La autora explora el espacio íntimo delimitado por personajes que se definen a partir de sus relaciones más próximas; estos seres funcionan en su vínculo con otros en tanto esposas, maridos, hijxs, amigxs: “Creo que al simular sorpresa tratan de aumentar la calidad de la experiencia. Yo hago ese tipo de jueguitos cuando me encuentro con Corinne para almorzar en la ciudad. Si llego primero a la mesa, estudio el menú hasta tenerla casi enfrente; si estoy esperando afuera, miro deliberadamente la acera como perdida en mis pensamientos hasta que ella dice algo”. La amistad es, en el pasaje anterior, un gesto, una situación ficticia. Las acciones y la exterioridad son un teatro en el que primero viene la sonrisa y después la felicidad. Los personajes de La casa en llamas primero juegan a vivir y eso los constituye, siendo la literatura y la vida una puesta en abismo: “por un instante me pregunto si Milo, Bradley y yo no estamos jugando también a la casita, haciendo de cuenta que éramos adultos”.
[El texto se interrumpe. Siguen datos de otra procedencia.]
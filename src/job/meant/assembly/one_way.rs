//! What a member that carries one way alone may not have.

use crate::job::meant::Meaning;
use crate::job::meant::members::Whole;
use crate::job::meant::outline::Outline;
use crate::job::written::load::{Action, Load};

/// Reports a gap in a one-way member: both say that it parts.
pub(in crate::job::meant) fn has_no_gaps(
    whole: &Whole<'_, '_>,
    outline: &Outline<'_, '_>,
    meaning: &mut Meaning<'_, '_>,
) {
    if whole.carries.given().is_none() {
        return;
    }
    for (index, segment) in outline.segments.iter().enumerate() {
        if outline.is_gap(index) {
            let message = format!(
                "the gap `{}` stands in a member with `carries`, which parts as a whole",
                outline.names.names()[index]
            );
            let help = "keep one of the two: `carries`, or the gap";
            meaning.r.problems.say(&segment.place, message, help);
        }
    }
}

/// Whether a member between points takes a load; reports one that it does not.
pub(in crate::job::meant) fn takes(
    whole: &Whole<'_, '_>,
    load: &Load<'_>,
    action: &Action<'_>,
    meaning: &mut Meaning<'_, '_>,
) -> bool {
    let problems = &mut meaning.r.problems;
    let key = match action {
        Action::Force(_) => "force",
        Action::Down(_) => "down",
        Action::Line(_) => "line",
        Action::LineDown(_) => "line-down",
        Action::Movement(_) if whole.between.is_written() => {
            let message = "a member between points has no support that could be moved";
            let help = "write a load of the job, `[[load]]` with `hold` and `movement`";
            problems.say(&load.place, message, help);
            return false;
        }
        _ => return true,
    };
    if whole.carries.given().is_none() {
        return true;
    }
    let message = format!("no `{key}` acts on a member with `carries`, which may be slack");
    let help = "put it on a point, with `[[load]]` of the job; a member that carries both ways takes \
                it too";
    problems.say(&load.place, message, help);
    false
}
La artificiosidad de los vínculos en las vidas del sueño americano se narra a contrapelo de otra historia, latente, que se diluye al final de cada relato, bajo la forma de una suspensión de los sentidos: “⎯Yo estoy mirando todo esto desde el espacio”, susurra la protagonista de uno de los cuenos como única respuesta a los conflictos de identidad de los que es testigo: “Yo ya me fui”. Como en gran parte de los relatos modernos, hay dos historias; una oculta y otra en la superficie. Vemos a los personajes de Beattie acercándose al enigma velado, que muchas veces resuelven en una suerte de poesía simbolista: “Recuerdo que Henry me dijo, como una forma de empezar a hablar del divorcio, que una mañana yendo a trabajar, había conducido por una colina y se había quedado asombrado cuando en la cima vio un enorme árbol amarillo y se dio cuenta, por primera vez, de que era otoño”.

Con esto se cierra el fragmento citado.